Single cell resolved transcriptional profiling of blood in the UK Biobank
Approved Research ID: 69938
Approval date: June 1st 2022
Human variation exists across a continuous spectrum, from physical attributes such as height to cognitive function and intelligence. While a significant proportion of this variation is influenced by the environment and external factors such as diet, there is a substantial component driven by our genes. In the extreme case the inheritance of a single faulty gene from our parents can lead to disease, for example in the case of cystic fibrosis or sickle cell anaemia. These are classed as monogenic disorders, where one faulty gene alone can lead to a dominant trait or disease. However, most variation is not driven through function of a single gene but rather the sum of many subtle changes in genes or regions that control gene activity. The unique combination of each person's millions of genetic variants contributes to the spectrum of 'multigenic' variation of human traits and diseases. Characterising the contribution of our genetic make-up to human variation represents a great challenge.

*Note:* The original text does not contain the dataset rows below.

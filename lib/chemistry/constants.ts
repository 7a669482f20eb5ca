/**
 * Physical constants and molar masses used by the engine, each with its source.
 * Molar masses from the IUPAC 2021 standard atomic weights (abridged): C 12.011, H 1.008, O 15.999.
 */

/** g/mol, C12H22O11. */
export const M_SUCROSE = 12 * 12.011 + 22 * 1.008 + 11 * 15.999;
/** g/mol, C6H12O6 (glucose and fructose). */
export const M_HEXOSE = 6 * 12.011 + 12 * 1.008 + 6 * 15.999;
/** g/mol, C12H22O11 (lactose, same formula as sucrose). */
export const M_LACTOSE = M_SUCROSE;
/** g/mol, C2H5OH. */
export const M_ETHANOL = 2 * 12.011 + 6 * 1.008 + 15.999;
/** g/mol, CO2. */
export const M_CO2 = 12.011 + 2 * 15.999;

/** Molar gas constant in L·atm/(mol·K) (CODATA 2018: 8.314462618 J/(mol·K) ÷ 101.325 J/(L·atm)). */
export const R_L_ATM = 8.314462618 / 101.325;

/** Molar volume of an ideal gas at 0 °C and 1 atm, L/mol (CODATA 2018: 22.413 969 54 L/mol). */
export const MOLAR_VOLUME_STP_L = 22.41396954;

/** 0 °C in kelvin. */
export const ZERO_C_K = 273.15;

/** 1 standard atmosphere in bar (exact by definition: 101 325 Pa). */
export const ATM_BAR = 1.01325;

/** Density of ethanol at 20 °C, g/mL (CRC Handbook of Chemistry and Physics, "Physical constants of organic compounds"). */
export const ETHANOL_DENSITY_20C_G_PER_ML = 0.78924;

/** Mass of one "volume" of CO2: 1 L of ideal gas at 0 °C and 1 atm, in grams (M_CO2 / molar volume). */
export const CO2_G_PER_VOLUME = M_CO2 / MOLAR_VOLUME_STP_L;
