/** Lines whose sugar is estimated or unknown: never counted as zero without saying so. */
function sugarBasisFindings(ingredients: IngredientSugar[]): Finding[] {
  const findings: Finding[] = [];
  const estimated = ingredients.filter((i) => i.sugarBasis === 'available-carbohydrate').map((i) => i.name);
  const unknown = ingredients.filter((i) => i.sugarBasis === 'unknown').map((i) => i.name);
  if (estimated.length > 0) {
    findings.push({
      level: 'caution',
      code: 'sugar-estimated',
      message: `${[...new Set(estimated)].join(', ')}: sugars not measured, so the worst case counts all available carbohydrate (carbohydrate minus fibre) as sugar. Enter the sugars from the label or the supplier for a closer figure.`,
    });
  }
  if (unknown.length > 0) {
    findings.push({
      level: 'danger',
      code: 'sugar-unknown',
      message: `${[...new Set(unknown)].join(', ')}: no sugar or carbohydrate value, so its sugar cannot be counted. Enter one from the label or the supplier's sheet before sealing anything.`,
    });
  }
  return findings;
}

/** How the numbers are worked out, in plain words for the floor; the references stay in `source`. */
const ASSUMPTIONS: CarbonationResult['assumptions'] = [
  {
    name: 'CO2 in the liquid',
    value: 'Colder liquid holds more of its CO2, so less of it presses on the cap; warm liquid lets it out.',
    source: 'Weiss (1974), Marine Chemistry 2:203–215: CO2 solubility in water',
  },
  {
    name: 'The gas space',
    value:
      'The space under the cap holds CO2, the air sealed in with it and water vapour, and all of them press on the cap. Oxygen the yeast uses up is still counted, so the pressure errs high.',
    source:
      'Weiss (1970), Deep-Sea Research 17:721–735: nitrogen, oxygen and argon solubility; Buck (1981): water vapour',
  },
  {
    name: 'Warm liquid',
    value:
      'Warm liquid takes more room and squeezes the gas space. The glass is taken not to stretch, so the pressure errs high.',
    source: 'Tanaka et al. (2001), Metrologia 38:301–309: density of water',
  },
  {
    name: 'Sugar to CO2 and alcohol',
    value: 'Yeast turns each gram of sugar into about half a gram of CO2 and half a gram of alcohol.',
    source: 'Gay-Lussac: the equation of alcoholic fermentation',
  },
  // Pasteur's figure, from memory.
  {
    name: 'Expected and worst case',
    value: `The expected case takes ${EXPECTED_YIELD * 100} % of that (some sugar feeds the yeast itself); the worst case, which the findings judge, takes all of it.`,
    source: 'Pasteur: a typical yield, not measured here',
  },
  {
    name: 'Volumes of CO2',
    value: `One volume is ${round(CO2_G_PER_VOLUME, 2)} g of CO2 in each litre of liquid.`,
    source: `CODATA 2018: ${round(MOLAR_VOLUME_STP_L, 3)} L per mole of gas at 0 °C and 1 atm`,
  },
  {
    name: 'Alcohol by volume',
    value: 'Alcohol is weighed and turned into a share of the volume (0.789 g per mL).',
    source: 'CRC Handbook: density of ethanol at 20 °C',
  },
  {
    name: 'Base left open',
    value: 'A base left open holds as much CO2 as it can at that temperature in open air.',
    source: 'common practice, no source',
  },
  {
    name: 'Steeped ingredients',
    value: 'The expected case takes the share of sugar you say reaches the liquid; the worst case takes all of it.',
    source: 'taken high on purpose',
  },
  {
    name: 'Starch',
    value:
      'Starch (in baked goods) is not counted when the sugars are known: kombucha yeasts break down little of it. When the sugars are not known, all the carbohydrate counts.',
    // From memory.
    source: 'the microbiology of kombucha cultures (Brettanomyces and Zygosaccharomyces yeasts have little amylase)',
  },
];

/** Sugar, CO2, pressure at each temperature and alcohol for one sealed container, worst and expected cases. */
export function computeCarbonation(asked: CarbonationInput): CarbonationResult {
  const checked = temperaturesToCheck(asked.temperaturesC, asked.warmDayTempC);
  const input = { ...asked, temperaturesC: checked.temperaturesC };
  const container: Container = {
    liquidMl: input.liquidMl,
    headspaceMl: input.headspaceMl,
    sealedTempC: input.sealedTempC,
  };
  const worstSugars = fermentableSugars(input, 'worst');
  const expectedSugars = fermentableSugars(input, 'expected');
  const { addedG, fromIngredientsG, sweetOnlyG } = input.yield === 'worst' ? worstSugars : expectedSugars;
  const fermentableG = addedG + fromIngredientsG;
  const fermentableGPerL = (fermentableG / input.liquidMl) * 1000;
  const worst = caseResult(input, container, worstSugars.portions, 'worst');
  const expected = caseResult(input, container, expectedSugars.portions, 'expected');
  const chosen = input.yield === 'worst' ? worst : expected;
  const brief = (c: CaseResult): CaseSummary => ({
    co2: c.co2,
    alcohol: c.alcohol,
    gaugeBar: c.pressures.map((p) => p.gaugeBar),
  });
  return {
    sugar: {
      fermentableG: sig(fermentableG),
      fermentableGPerL: sig(fermentableGPerL),
      sweetOnlyG: sig(sweetOnlyG),
      fromIngredientsG: sig(fromIngredientsG),
      addedG: sig(addedG),
    },
    ...chosen,
    cases: { worst: brief(worst), expected: brief(expected) },
    warmDayTempC: checked.added,
    findings: [
      ...fillFindings(container, [input.sealedTempC, ...input.temperaturesC]),
      ...pressureFindings(worst, input.maxWorkingPressureBar ?? null),
      ...alcoholFindings(worst, expected, input.abvLimitPercent),
      ...inputFindings(input, ((worstSugars.addedG + worstSugars.fromIngredientsG) / input.liquidMl) * 1000),
      ...sugarBasisFindings(input.ingredients),
      ...phFindings(input),
    ],
    assumptions: [...residualAssumption(input), ...ASSUMPTIONS],
  };
}

export interface PrimingInput {
  liquidMl: number;
  headspaceMl: number;
  targetVolumes: number;
  residualCo2Volumes?: number | null;
  lastOpenTempC?: number | null;
  sugarType: SugarType;
  sealedTempC: number;
  highestTempC: number;
  maxWorkingPressureBar?: number | null;
  baseAbvPercent: number;
  abvLimitPercent: number;
  yield: YieldCase;
  /** The brewery's warmest temperature, °C: the most sugar is judged at the hotter of it and highestTempC. */
  warmDayTempC?: number | null;
  /** Share of the bottle's rating the most sugar may reach at the warm check (the brewery's margin; 0.8 by default). */
  ratingShare?: number;
}

/** The most sugar keeps this share of the bottle's rating at the warm check unless a brewery says otherwise (common practice, no source). */
export const DEFAULT_RATING_SHARE = 0.8;

export interface PrimingResult {
  /** Where the most sugar and the worst pressure were judged: the hotter of highestTempC and the warm day, °C. */
  checkedTempC: number;
  /** Grams of the sugar product (as weighed) per container, and per litre. */
  sugarG: number;
  sugarGPerL: number;
  residualVolumes: number;
  addedAbvPercent: number;
  totalAbvPercent: number;
  /**
   * The most of this sugar that is safe: worst case at the warm check within the rating share (80 % of the rating)
   * and the alcohol below the limit. Null when no rating is known.
   */
  maxSafeSugarG: number | null;
  /** The share of the rating the most sugar may reach at the warm check (the brewery's margin), 0–1. */
  ratingShare: number;
  /** What the helpers fill: the sugar for the target, or the most that is safe when the target is beyond it. */
  safeSugarG: number;
  /** False when the target cannot be reached within the rating share or the alcohol limit. */
  targetReachable: boolean;
  /** What stops the target, when it cannot be reached. */
  limitedBy: 'pressure' | 'alcohol' | null;
  /** Worst-case gauge pressure at highestTempC with sugarG. */
  worstGaugeBarAtHighest: number;
  /**
   * Where this sugar crosses into each band at the warm check, grams per container: caution from 75 % of the rating,
   * danger from the rating itself (null without a rating), and the alcohol limit.
   */
  bands: { cautionFromG: number | null; dangerFromG: number | null; alcoholLimitG: number };
  findings: Finding[];
  /** What was taken for inputs that were not given (the residual CO2 of the base). */
  assumptions: CarbonationResult['assumptions'];
}

/** Sugar for a target carbonation, the alcohol it brings, and the most sugar the bottle's rating allows. */
export function computePriming(asked: PrimingInput): PrimingResult {
  const checkedTempC = Math.max(asked.highestTempC, asked.warmDayTempC ?? -Infinity);
  const input = { ...asked, highestTempC: checkedTempC };
  const info = SUGARS[input.sugarType];
  const residual = residualVolumes(input);
  const container: Container = {
    liquidMl: input.liquidMl,
    headspaceMl: input.headspaceMl,
    sealedTempC: input.sealedTempC,
  };
  // Grams of the product that make one mole of CO2 at the chosen yield.
  const gramsPerCo2Mol = info.molarMass / info.co2PerMole / (info.sugarFraction * info.fermentableShare);
  const neededMol = volumesToMol(Math.max(0, input.targetVolumes - residual), input.liquidMl);
  const sugarG = (neededMol * gramsPerCo2Mol) / yieldFactor(input.yield);
  const portion: FermentableSugar = {
    grams: sugarG * info.sugarFraction * info.fermentableShare,
    molarMass: info.molarMass,
    co2PerMole: info.co2PerMole,
  };
  const added = abvPercent(fermentationProducts([portion], yieldFactor(input.yield)).ethanolG, input.liquidMl);
  const worstMol = volumesToMol(residual, input.liquidMl) + fermentationProducts([portion], 1).co2Mol;
  const worstGauge = equilibriumAt(container, worstMol, input.highestTempC).gaugeBar;
  const rating = input.maxWorkingPressureBar ?? null;
  const share = input.ratingShare ?? DEFAULT_RATING_SHARE;
  const pressureCapG =
    rating === null
      ? Infinity
      : Math.max(
          0,
          (maxCo2MolForGauge(container, rating * share, input.highestTempC) - volumesToMol(residual, input.liquidMl)) *
            gramsPerCo2Mol,
        );
  // The alcohol is linear in the sugar: stay a hair below the limit, since at the limit is over it.
  // Judged at the theoretical yield (the worst case), whatever case is shown.
  const abvPerGram = abvPercent(
    fermentationProducts(
      [{ grams: info.sugarFraction * info.fermentableShare, molarMass: info.molarMass, co2PerMole: info.co2PerMole }],
      1,
    ).ethanolG,
    input.liquidMl,
  );
  const alcoholCapG = Math.max(0, ((input.abvLimitPercent - input.baseAbvPercent) / abvPerGram) * 0.999);
  const maxSafeSugarG = rating === null ? null : Math.min(pressureCapG, alcoholCapG);
  // The same sum as the cap, at the caution line and at the rating: where the bands of this bottle begin.
  const sugarForGauge = (gaugeBar: number) =>
    Math.max(
      0,
      (maxCo2MolForGauge(container, gaugeBar, input.highestTempC) - volumesToMol(residual, input.liquidMl)) *
        gramsPerCo2Mol,
    );
  const bands = {
    cautionFromG: rating === null ? null : sugarForGauge(rating * CAUTION_SHARE_OF_RATING),
    dangerFromG: rating === null ? null : sugarForGauge(rating),
    alcoholLimitG: Math.max(0, (input.abvLimitPercent - input.baseAbvPercent) / abvPerGram),
  };
  const limitedBy: PrimingResult['limitedBy'] =
    sugarG <= Math.min(pressureCapG, alcoholCapG) ? null : alcoholCapG < pressureCapG ? 'alcohol' : 'pressure';
  const safeSugarG = Math.min(sugarG, pressureCapG, alcoholCapG);

  const findings: Finding[] = [...fillFindings(container, [input.sealedTempC, input.highestTempC])];
  if (residual >= input.targetVolumes) {
    findings.push({
      level: 'ok',
      code: 'already-at-target',
      message: `The liquid already holds ${round(residual)} volumes: no sugar is needed for ${input.targetVolumes}.`,
    });
  }
  if (maxSafeSugarG !== null && rating !== null) {
    const values = {
      sugarG: round(sugarG, 2),
      maxSafeSugarG: round(maxSafeSugarG, 2),
      ratingBar: rating,
      highestTempC: input.highestTempC,
      ratingShare: share,
    };
    if (limitedBy !== null) {
      const why =
        limitedBy === 'pressure'
          ? `within ${round(share * 100, 0)} % of the bottle's ${rating} bar rating at ${input.highestTempC} °C in the worst case`
          : `below the ${input.abvLimitPercent} % ABV limit`;
      findings.push({
        level: 'danger',
        code: limitedBy === 'pressure' ? 'target-over-rating' : 'target-over-alcohol-limit',
        message: `${input.targetVolumes} volumes cannot be reached ${why}: it would take ${round(sugarG, 2)} g. The most that is safe is ${round(safeSugarG, 2)} g.`,
        values,
      });
    } else if (ratingLevel(worstGauge, rating) !== 'ok') {
      findings.push({
        level: 'caution',
        code: 'pressure-near-rating',
        message: `Worst case ${round(worstGauge)} bar at ${input.highestTempC} °C is within 25 % of the ${rating} bar rating.`,
        values,
      });
    } else {
      findings.push({
        level: 'ok',
        code: 'pressure-within-rating',
        message: `Up to ${round(maxSafeSugarG, 1)} g stays within the ${rating} bar rating at ${input.highestTempC} °C in the worst case.`,
        values,
      });
    }
  } else {
    findings.push({
      level: 'caution',
      code: 'no-rating',
      message: 'No bottle rating was given: choose a bottle format to see the most sugar it can take.',
    });
  }
  const total = input.baseAbvPercent + added;
  if (total >= input.abvLimitPercent) {
    findings.push({
      level: 'danger',
      code: 'alcohol-over-limit',
      message: `This sugar brings the drink to ${round(total)} % ABV, at or over the ${input.abvLimitPercent} % limit.`,
      values: { totalAbvPercent: round(total, 3) },
    });
  } else if (total >= input.abvLimitPercent * 0.8) {
    findings.push({
      level: 'caution',
      code: 'alcohol-near-limit',
      message: `This sugar brings the drink to ${round(total)} % ABV, within 20 % of the ${input.abvLimitPercent} % limit.`,
      values: { totalAbvPercent: round(total, 3) },
    });
  }
  return {
    checkedTempC,
    bands,
    ratingShare: share,
    safeSugarG,
    targetReachable: limitedBy === null,
    limitedBy,
    sugarG,
    sugarGPerL: (sugarG / input.liquidMl) * 1000,
    residualVolumes: residual,
    addedAbvPercent: added,
    totalAbvPercent: total,
    maxSafeSugarG,
    worstGaugeBarAtHighest: worstGauge,
    findings,
    assumptions: residualAssumption(input),
  };
}
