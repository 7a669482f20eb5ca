// The reference app of `npm run bench:web`: the same preset as the product.
module.exports = (api) => {
  api.cache(true);
  return { presets: ['babel-preset-expo'] };
};
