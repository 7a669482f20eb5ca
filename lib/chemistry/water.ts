/**
 * Properties of water the engine needs, as functions of temperature in °C.
 */

/**
 * Density of air-free water, kg/m³ (equal to g/L), fitted for 0–40 °C; up to 60 °C it stays within 0.01 % of the
 * CRC Handbook table (tested).
 * Tanaka et al. (2001), Metrologia 38:301–309, equation (1) with the coefficients of its Table 2.
 */
export function waterDensityGPerL(tempC: number): number {
  const a1 = -3.983035;
  const a2 = 301.797;
  const a3 = 522528.9;
  const a4 = 69.34881;
  const a5 = 999.97495;
  return a5 * (1 - ((tempC + a1) ** 2 * (tempC + a2)) / (a3 * (tempC + a4)));
}

/**
 * Saturation vapour pressure of water over liquid water, in atm.
 * Buck (1996) revision of Buck (1981), J. Appl. Meteorol. 20:1527–1532: e = 0.61121·exp((18.678 − t/234.5)·t/(257.14 + t)) kPa.
 */
export function waterVapourPressureAtm(tempC: number): number {
  const kPa = 0.61121 * Math.exp((18.678 - tempC / 234.5) * (tempC / (257.14 + tempC)));
  return kPa / 101.325;
}
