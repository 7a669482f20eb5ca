import { env } from '@/lib/env';

import type { ErrorBody } from './types';

/** An API failure, with the server's code, message and per-field messages. */
export class ApiError extends Error {
  constructor(
    readonly status: number,
    readonly code: string,
    message: string,
    readonly fields: Record<string, string> = {},
  ) {
    super(message);
    this.name = 'ApiError';
  }
}

type Method = 'GET' | 'POST' | 'PATCH' | 'PUT' | 'DELETE';

const NETWORK_MESSAGE = 'Cannot reach the Fizzwright server. Check your connection and try again.';

/**
 * Calls the API. The session travels in an httpOnly cookie (`credentials: 'include'`), so scripts never hold it.
 * Resolves with the parsed JSON (undefined for 204) or throws an ApiError.
 */
export async function apiRequest<T>(
  path: string,
  options: { method?: Method; body?: unknown; signal?: AbortSignal } = {},
): Promise<T> {
  const { method = 'GET', body, signal } = options;
  let response: Response;
  try {
    response = await fetch(`${env.apiUrl}/api${path}`, {
      method,
      credentials: 'include',
      headers:
        body === undefined
          ? { Accept: 'application/json' }
          : { Accept: 'application/json', 'Content-Type': 'application/json' },
      body: body === undefined ? undefined : JSON.stringify(body),
      signal,
    });
  } catch (error) {
    if ((error as Error).name === 'AbortError') throw error;
    throw new ApiError(0, 'network', NETWORK_MESSAGE);
  }
  return readResponse<T>(response);
}

/** The body of an answer, or the ApiError its uniform error body describes. */
async function readResponse<T>(response: Response): Promise<T> {
  if (response.status === 204) return undefined as T;
  const text = await response.text();
  let parsed: unknown;
  try {
    parsed = text ? JSON.parse(text) : undefined;
  } catch {
    parsed = undefined;
  }
  if (!response.ok) {
    const error = (parsed as ErrorBody | undefined)?.error;
    throw new ApiError(
      response.status,
      error?.code ?? 'http_error',
      error?.message ?? `The server answered ${response.status}.`,
      error?.fields,
    );
  }
  return parsed as T;
}

/** Sends one file as multipart form data (the browser sets the boundary). */
async function upload<T>(path: string, file: Blob, name: string): Promise<T> {
  const form = new FormData();
  form.append('file', file, name);
  let response: Response;
  try {
    response = await fetch(`${env.apiUrl}/api${path}`, {
      method: 'POST',
      credentials: 'include',
      body: form,
      headers: { Accept: 'application/json' },
    });
  } catch {
    throw new ApiError(0, 'network', NETWORK_MESSAGE);
  }
  return readResponse<T>(response);
}

export const api = {
  upload,
  get: <T>(path: string, signal?: AbortSignal) => apiRequest<T>(path, { signal }),
  post: <T>(path: string, body?: unknown) => apiRequest<T>(path, { method: 'POST', body: body ?? {} }),
  patch: <T>(path: string, body: unknown) => apiRequest<T>(path, { method: 'PATCH', body }),
  put: <T>(path: string, body: unknown) => apiRequest<T>(path, { method: 'PUT', body }),
  // The server takes only JSON bodies on requests that change something, an empty one included.
  delete: <T>(path: string) => apiRequest<T>(path, { method: 'DELETE', body: {} }),
};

There are two main categories of immune cells circulating in the blood; innate and adaptive. The innate immune system represents the body's first line of defence to infection and acts very fast. On the other hand, the adaptive immune system reacts slower to infection but has the ability to build a memory of previous infections. Once these cells recognise an antigen like bacteria or viruses they can be neutralised. Vaccinations utilise this system and once antibodies have been produced the body can react quicker to the infection. However in some cases the immune system malfunctions resulting in autoimmune disease, where the body's own immune system attacks the joints as is the case for arthritis, or insulin producing cells within the pancreas in the case of diabetes. As such blood represents both an advantage as an exemplar system in which to study human variation and as a target for treatments to many important diseases.
In this project we aim to extract immune cells from blood donated by UK Biobank volunteers and subject them to a state of the art technique known as single cell RNA sequencing. RNA is produced when a gene is activated and by analysing the types and amounts of RNA produced in single immune cells we will be able to link this to the genetic variation between humans. It would give us a better understanding of various diseases and help with the development of new markers of early disease detection and treatment.